__AIM OF THE EXERCISE__.
For the word "jUpper", search the records and show each line in which it occurs.

<<<<

/**
 * The plot's vertical marks at one wavenumber each: the selected rung's predicted line, the peak whose
 * candidate list is open and the selected row's observed position. They change on nearly every click,
 * so they are painted on a canvas of the overlay (PlotOverlay) under the rungs and peak markers rather
 * than kept as plotly shapes: a click that assigns, selects or opens a peak then never makes plotly
 * re-render the whole figure (its axes, grid rows and traces). Pure: positions in, canvas calls out.
 */
import type { LadderPaintContext } from './ladderScene';
import type { PlotTheme } from './plotColours';

/** What a mark shows. */
export type PlotMarkKind = 'cursor' | 'candidate' | 'selected';

/** One vertical mark. */
export interface PlotMark {
  kind: PlotMarkKind;
  /** Its position, cm^-1. */
  xCm1: number;
}

/**
 * The marks to draw, in painting order (later ones over earlier ones).
 * @param cursorCm1 the selected rung's predicted line, cm^-1, or null
 * @param candidatePeakCm1 the peak whose candidate list is open, cm^-1, or null
 * @param selectedObservedCm1 the selected row's observed position, cm^-1, or null
 */
export function plotMarks(cursorCm1: number | null, candidatePeakCm1: number | null, selectedObservedCm1: number | null): PlotMark[] {
  const out: PlotMark[] = [];
  if (cursorCm1 !== null && Number.isFinite(cursorCm1)) out.push({ kind: 'cursor', xCm1: cursorCm1 });
  if (candidatePeakCm1 !== null && Number.isFinite(candidatePeakCm1)) out.push({ kind: 'candidate', xCm1: candidatePeakCm1 });
  if (selectedObservedCm1 !== null && Number.isFinite(selectedObservedCm1)) out.push({ kind: 'selected', xCm1: selectedObservedCm1 });
  return out;
}

/** Where the marks go on the canvas, CSS px. */
export interface PlotMarksView {
  /** Visible x range, cm^-1 (either order). */
  x0Cm1: number;
  x1Cm1: number;
  /** The plot area's left edge and width (the x axis), px. */
  leftPx: number;
  widthPx: number;
  /** Top of the plot area (top of the ladder panel): cursor and candidate marks start here, px. */
  topPx: number;
  /** Top of the trace panel: the selected row's mark starts here, px. */
  traceTopPx: number;
  /** Bottom of the plot area (of the obs − sim panel when shown), px. */
  bottomPx: number;
}

/** The 2D-context calls the marks use (CanvasRenderingContext2D has them all). */
export type PlotMarksPaintContext = Pick<
  LadderPaintContext,
  'strokeStyle' | 'lineWidth' | 'beginPath' | 'moveTo' | 'lineTo' | 'stroke' | 'save' | 'restore'
> & {
  setLineDash(segments: number[]): void;
};

/** A mark as painted: its kind, position and canvas column (CSS px). */
export interface PlotMarkDrawn {
  kind: PlotMarkKind;
  xCm1: number;
  xPx: number;
}

/** Stroke of each kind: colour key of the theme, width (px) and dash pattern (px; plotly's 'dot' and 'dash' at these widths). */
const STYLE: Record<PlotMarkKind, { colour: 'cursor' | 'peak' | 'assigned'; widthPx: number; dashPx: number[] }> = {
  cursor: { colour: 'cursor', widthPx: 1.2, dashPx: [3, 3] },
  candidate: { colour: 'peak', widthPx: 1.5, dashPx: [] },
  selected: { colour: 'assigned', widthPx: 1.5, dashPx: [9, 9] },
};

/**
 * Paint the marks inside the visible range as vertical lines (cursor and candidate over the whole
 * plot height, the selected row's over the trace panel and below).
 * @returns the marks painted, with their canvas columns (for read-outs and tests)
 */
export function plotMarksPaint(
  ctx: PlotMarksPaintContext,
  marks: readonly PlotMark[],
  view: PlotMarksView,
  theme: PlotTheme,
): PlotMarkDrawn[] {
  const drawn: PlotMarkDrawn[] = [];
  const span = view.x1Cm1 - view.x0Cm1;
  if (!(view.widthPx > 0) || !(view.bottomPx > view.topPx) || span === 0 || !Number.isFinite(span)) return drawn;
  const lo = Math.min(view.x0Cm1, view.x1Cm1);
  const hi = Math.max(view.x0Cm1, view.x1Cm1);
  for (const m of marks) {
    if (!(m.xCm1 >= lo && m.xCm1 <= hi)) continue;
    const xPx = view.leftPx + ((m.xCm1 - view.x0Cm1) / span) * view.widthPx;
    const s = STYLE[m.kind];
    const top = m.kind === 'selected' ? Math.max(view.topPx, view.traceTopPx) : view.topPx;
    ctx.save();
    ctx.strokeStyle = theme[s.colour];
    ctx.lineWidth = s.widthPx;
    ctx.setLineDash(s.dashPx);
    ctx.beginPath();
    ctx.moveTo(xPx, top);
    ctx.lineTo(xPx, view.bottomPx);
    ctx.stroke();
    ctx.restore();
    drawn.push({ kind: m.kind, xCm1: m.xCm1, xPx });
  }
  return drawn;
}
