/**
 * Loomis–Wood grid: the trace cut into strips of ± a half width around each predicted rung of a
 * series, one strip per J'', so that a correctly predicted series lines up vertically.
 */
import type { Trace } from '../../io/trace';
import { sortedLowerBound } from '../../state/sortedSearch';

/** One strip centre: a rung of the series. */
export interface LoomisCentre {
  jLower: number;
  /** Predicted position, cm^-1. */
  centreCm1: number;
}

/** The heatmap data. */
export interface LoomisGrid {
  /** Bin centres as offsets from the prediction, cm^-1 (ascending, symmetric about 0). */
  offsetCm1: number[];
  /** J'' of each strip (rows, ascending). */
  jLower: number[];
  /** Predicted centre of each strip, cm^-1. */
  centreCm1: number[];
  /** z[row][bin]: largest absorbance of the samples in the bin (or the interpolated value when a
   *  bin holds no sample); null outside the trace. */
  z: (number | null)[][];
}

/**
 * Build the Loomis–Wood grid. Each bin keeps the largest absorbance among its samples, so a line
 * narrower than a bin stays visible; a bin finer than the sampling takes the linear interpolation
 * at its centre.
 * Source: F. W. Loomis and R. W. Wood, Phys. Rev. 32, 223 (1928) for the diagram (from memory);
 * binning is common practice.
 * @param trace ascending wavenumber (cm^-1) and absorbance
 * @param centres strip centres (any order; sorted by J'' in the output)
 * @param halfWidthCm1 half width of each strip, cm^-1 (> 0)
 * @param bins bins per strip (>= 2)
 */
export function loomisWoodGrid(trace: Trace, centres: readonly LoomisCentre[], halfWidthCm1: number, bins: number): LoomisGrid {
  if (!(halfWidthCm1 > 0)) throw new Error(`loomisWoodGrid: halfWidthCm1 must be > 0, got ${halfWidthCm1}`);
  if (!Number.isInteger(bins) || bins < 2) throw new Error(`loomisWoodGrid: bins must be a whole number >= 2, got ${bins}`);
  const x = trace.wavenumberCm1;
  const a = trace.absorbance;
  const width = (2 * halfWidthCm1) / bins;
  const offsetCm1 = Array.from({ length: bins }, (_, b) => -halfWidthCm1 + (b + 0.5) * width);
  const sorted = [...centres].sort((p, q) => p.jLower - q.jLower);
  const z: (number | null)[][] = [];
  for (const c of sorted) {
    const from = c.centreCm1 - halfWidthCm1;
    const row: (number | null)[] = new Array(bins).fill(null);
    let i = sortedLowerBound(x, from);
    for (; i < x.length && x[i] < from + 2 * halfWidthCm1; i++) {
      const b = Math.min(Math.floor((x[i] - from) / width), bins - 1);
      const v = a[i];
      if (!Number.isFinite(v)) continue;
      const cur = row[b];
      if (cur === null || v > cur) row[b] = v;
    }
    for (let b = 0; b < bins; b++) {
      if (row[b] !== null) continue;
      const xc = from + (b + 0.5) * width;
      const k = sortedLowerBound(x, xc);
      if (k === 0 || k >= x.length) continue;
      const f = (xc - x[k - 1]) / (x[k] - x[k - 1]);
      row[b] = a[k - 1] * (1 - f) + a[k] * f;
    }
    z.push(row);
  }
  return { offsetCm1, jLower: sorted.map((c) => c.jLower), centreCm1: sorted.map((c) => c.centreCm1), z };
}
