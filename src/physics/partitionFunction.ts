import { SECOND_RADIATION_CM_K } from './constants';
import type { StateConstants, TopShape } from './model';
import { levelEnergy } from './termValues';

/** Options of partitionFunction. */
export interface PartitionFunctionOptions {
  /** Nuclear-spin weights by K mod n. @default [1] */
  spinWeights?: number[];
  /** Stop when a whole J shell adds less than this fraction of the sum. @default 1e-12 */
  tolerance?: number;
  /** Hard limit on J. @default 2000 */
  jLimit?: number;
}

/**
 * Rotational partition function of a symmetric-top or linear state by direct summation,
 * dimensionless:  Q = Σ_J Σ_K g(K) (2J+1) n_K exp(−c2 F(J,K)/T),  n_0 = 1, n_K>0 = 2.
 * For a linear molecule only K = 0 enters. Summation runs in J until a shell adds less than the
 * tolerance (it is not cut at the model's jMax). Levels whose energy turns over (distortion
 * constants dominating at very high J) end the sum.
 * Source: Herzberg II (1945) ch. V, eq. (V,14) (symmetric-top rotational partition function).
 * @param state constants in cm^-1
 * @param temperatureK temperature in K
 */
export function partitionFunction(
  state: StateConstants,
  shape: TopShape,
  temperatureK: number,
  options: PartitionFunctionOptions = {},
): number {
  if (!(temperatureK > 0)) throw new Error(`partitionFunction: temperatureK must be > 0, got ${temperatureK}`);
  const weights = options.spinWeights ?? [1];
  const tol = options.tolerance ?? 1e-12;
  const jLimit = options.jLimit ?? 2000;
  const c2OverT = SECOND_RADIATION_CM_K / temperatureK;
  let q = 0;
  let previousShellEnergy = -Infinity;
  for (let J = 0; J <= jLimit; J++) {
    let shell = 0;
    const kTop = shape === 'linear' ? 0 : J;
    for (let K = 0; K <= kTop; K++) {
      const e = levelEnergy(state, shape, J, K);
      shell += weights[K % weights.length] * (K === 0 ? 1 : 2) * Math.exp(-c2OverT * e);
    }
    shell *= 2 * J + 1;
    const e0 = levelEnergy(state, shape, J, 0);
    if (e0 < previousShellEnergy) break;
    previousShellEnergy = e0;
    q += shell;
    if (J > 10 && shell < tol * q) break;
  }
  return q;
}
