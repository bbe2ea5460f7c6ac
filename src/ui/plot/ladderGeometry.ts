/**
 * Geometry of the sub-branch ladders drawn above the trace: one row per (ΔK, K'') series, P rungs
 * hanging below the row line, R rungs standing above it, Q rungs through it; rung length grows with
 * the line's intensity. Pure: ladders and lines in, plotly trace objects out.
 */
import type { Data } from 'plotly.js';
import type { Ladder } from '../../physics/bandLadders';
import { lineLabelHtml } from '../../physics/lineLabel';
import type { LineList, TopShape } from '../../physics/model';
import { ladderColour } from './plotColours';

/** One row of the ladder panel: every branch (P, Q, R) of one ΔK and K''. */
export interface LadderRow {
  /** Stable key "<ΔK letter>:<K''>", e.g. "r:3" (the ladder key without its branch). */
  key: string;
  deltaK: number;
  kLower: number;
  /** Tick text for the row (markup without outside text), e.g. "<sup>r</sup>K″=3". */
  tickHtml: string;
  /** Plain label for screen readers and lists, e.g. "ΔK=+1, K''=3". */
  name: string;
  /** Row centre on the ladder axis (rows 0, 1, 2 … from the bottom). */
  y: number;
  ladders: Ladder[];
}

/** Row key of a ladder (ladder key without the branch letter). */
export function ladderRowKey(ladder: Pick<Ladder, 'key'>): string {
  return ladder.key.slice(0, ladder.key.lastIndexOf(':'));
}

const DELTA_K_LETTER: Record<number, string> = { [-1]: 'p', 0: 'q', 1: 'r' };

/**
 * Group ladders into rows, drop hidden rows and assign row positions: the first row of the
 * ladders' order (ΔK = +1, K'' = 0) at the top.
 * @param ladders from bandLadders (ordered by ΔK, K'', branch)
 * @param shape rotor shape (a linear molecule gets a single row without K'')
 * @param hidden row keys not to draw
 */
export function ladderRowsBuild(ladders: readonly Ladder[], shape: TopShape, hidden: ReadonlySet<string> = new Set()): LadderRow[] {
  const rows: LadderRow[] = [];
  const byKey = new Map<string, LadderRow>();
  for (const ladder of ladders) {
    const key = ladderRowKey(ladder);
    if (hidden.has(key)) continue;
    let row = byKey.get(key);
    if (!row) {
      const letter = DELTA_K_LETTER[ladder.deltaK] ?? '?';
      const linear = shape === 'linear';
      row = {
        key,
        deltaK: ladder.deltaK,
        kLower: ladder.kLower,
        tickHtml: linear ? 'band' : `<sup>${letter}</sup>K″=${ladder.kLower}`,
        name: linear ? 'band' : `ΔK=${ladder.deltaK > 0 ? '+' : ''}${ladder.deltaK}, K''=${ladder.kLower}`,
        y: 0,
        ladders: [],
      };
      byKey.set(key, row);
      rows.push(row);
    }
    row.ladders.push(ladder);
  }
  rows.forEach((row, i) => (row.y = rows.length - 1 - i));
  return rows;
}

/**
 * Vertical extent of a rung relative to its row centre (row spacing 1): P from −h to 0, R from 0
 * to +h, Q from −h to +h, with h = 0.12 + 0.3·√I so strong lines stand out and rungs of
 * neighbouring rows never touch (h ≤ 0.42).
 * @param deltaJ −1, 0, +1
 * @param intensity relative intensity (strongest line of the band = 1)
 * @returns [bottom, top] offsets from the row centre
 */
export function rungExtent(deltaJ: number, intensity: number): [number, number] {
  const h = 0.12 + 0.3 * Math.sqrt(Math.min(Math.max(intensity, 0), 1));
  if (deltaJ < 0) return [-h, 0];
  if (deltaJ > 0) return [0, h];
  return [-h, h];
}

/** The end of a rung away from its row line (where assignment markers sit). */
export function rungTip(deltaJ: number, intensity: number): number {
  const [lo, hi] = rungExtent(deltaJ, intensity);
  return deltaJ < 0 ? lo : hi;
}

/** Options of ladderTracesBuild. */
export interface LadderTracesOptions {
  /** Visible x range, cm^-1; rungs outside it (plus 2 % margin) are left out. */
  xRangeCm1: [number, number];
  /** Plotly axis ids the rows are drawn on. @default 'x' and 'y2' */
  xaxis?: string;
  yaxis?: string;
  /** Dark theme (lighter colours). @default false */
  isDark?: boolean;
}

/**
 * One plotly line trace per ladder (ΔK, K'', branch): rung segments separated by nulls, with
 * hover text (label, position, intensity) on both ends and customdata [J', K', J'', K''] for clicks.
 * @param rows from ladderRowsBuild
 * @param lines the line list the ladders index into (positions cm^-1, relative intensities)
 * @param shape rotor shape (for labels)
 */
export function ladderTracesBuild(rows: readonly LadderRow[], lines: LineList, shape: TopShape, options: LadderTracesOptions): Data[] {
  const [from, to] = options.xRangeCm1;
  const margin = 0.02 * (to - from);
  const lo = from - margin;
  const hi = to + margin;
  const out: Data[] = [];
  for (const row of rows) {
    const colour = ladderColour(row.deltaK, row.kLower, options.isDark ?? false);
    for (const ladder of row.ladders) {
      const x: (number | null)[] = [];
      const y: (number | null)[] = [];
      const text: (string | null)[] = [];
      const custom: (number[] | null)[] = [];
      for (const i of ladder.lineIndex) {
        const nu = lines.wavenumberCm1[i];
        if (nu < lo || nu > hi) continue;
        const [b, t] = rungExtent(ladder.deltaJ, lines.intensity[i]);
        const label = `${lineLabelHtml(lines.deltaK[i], lines.deltaJ[i], lines.kLower[i], lines.jLower[i], shape)}<br>${nu.toFixed(4)} cm⁻¹<br>rel. intensity ${lines.intensity[i].toPrecision(3)}`;
        const q = [lines.jUpper[i], lines.kUpper[i], lines.jLower[i], lines.kLower[i]];
        x.push(nu, nu, null);
        y.push(row.y + b, row.y + t, null);
        text.push(label, label, null);
        custom.push(q, q, null);
      }
      if (x.length === 0) continue;
      out.push({
        type: 'scatter',
        mode: 'lines',
        name: ladder.label,
        x,
        y,
        xaxis: options.xaxis ?? 'x',
        yaxis: options.yaxis ?? 'y2',
        connectgaps: false,
        line: { color: colour, width: ladder.deltaJ === 0 ? 2.2 : 1.6 },
        hovertext: text as string[],
        hovertemplate: '%{hovertext}<extra></extra>',
        customdata: custom as unknown as number[][],
        meta: { kind: 'rungs', ladderKey: ladder.key },
        showlegend: false,
      } as Data);
    }
  }
  return out;
}
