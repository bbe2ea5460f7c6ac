import type { BandType, TopShape, TransitionQuanta } from './model';

/**
 * Why a set of quantum numbers is not an allowed line of the band, or null when it is.
 * Checks: integers, J >= 0, 0 <= K <= J in both states, |ΔJ| <= 1, ΔK = 0 (parallel) or ±1
 * (perpendicular), no Q line with K = 0 in a parallel band, no ΔK = −1 from K'' = 0, and for a
 * linear molecule K'' = 0 with K' = 0 (Σ–Σ) or 1 (Π–Σ).
 * @returns a plain-language reason naming the offending value, or null
 */
export function transitionCheck(q: TransitionQuanta, band: BandType, shape: TopShape): string | null {
  const { jUpper, kUpper, jLower, kLower } = q;
  for (const [name, v] of [
    ['J_up', jUpper],
    ['K_up', kUpper],
    ['J_lo', jLower],
    ['K_lo', kLower],
  ] as const) {
    if (!Number.isInteger(v)) return `${name} must be a whole number, got ${v}`;
    if (v < 0) return `${name} must be >= 0, got ${v}`;
  }
  if (kUpper > jUpper) return `K_up=${kUpper} exceeds J_up=${jUpper} (K <= J is required)`;
  if (kLower > jLower) return `K_lo=${kLower} exceeds J_lo=${jLower} (K <= J is required)`;
  const deltaJ = jUpper - jLower;
  if (Math.abs(deltaJ) > 1) return `ΔJ = ${deltaJ} is not allowed (only 0, ±1)`;
  const deltaK = kUpper - kLower;
  if (shape === 'linear') {
    if (kLower !== 0) return `K_lo must be 0 for a linear molecule, got ${kLower}`;
    const want = band === 'parallel' ? 0 : 1;
    if (kUpper !== want) {
      return `K_up must be ${want} for a ${band === 'parallel' ? 'Σ–Σ' : 'Π–Σ'} band of a linear molecule, got ${kUpper}`;
    }
    if (band === 'parallel' && deltaJ === 0) return 'a Σ–Σ band has no Q branch (ΔJ = 0)';
    return null;
  }
  if (band === 'parallel') {
    if (deltaK !== 0) return `ΔK = ${deltaK} is not allowed in a parallel band (only ΔK = 0)`;
    if (deltaJ === 0 && kLower === 0) return 'a parallel band has no Q line with K = 0';
  } else {
    if (deltaK !== 1 && deltaK !== -1) return `ΔK = ${deltaK} is not allowed in a perpendicular band (only ΔK = ±1)`;
  }
  if (deltaJ === 0 && jLower === 0) return 'no Q line with J = 0';
  return null;
}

>>>>

__SOLUTION__.
        const q = [lines.jUpper[i], lines.kUpper[i], lines.jLower[i], lines.kLower[i]];
  const { jUpper, kUpper, jLower, kLower } = q;
    ['J_up', jUpper],
  if (kUpper > jUpper) return `K_up=${kUpper} exceeds J_up=${jUpper} (K <= J is required)`;
  const deltaJ = jUpper - jLower;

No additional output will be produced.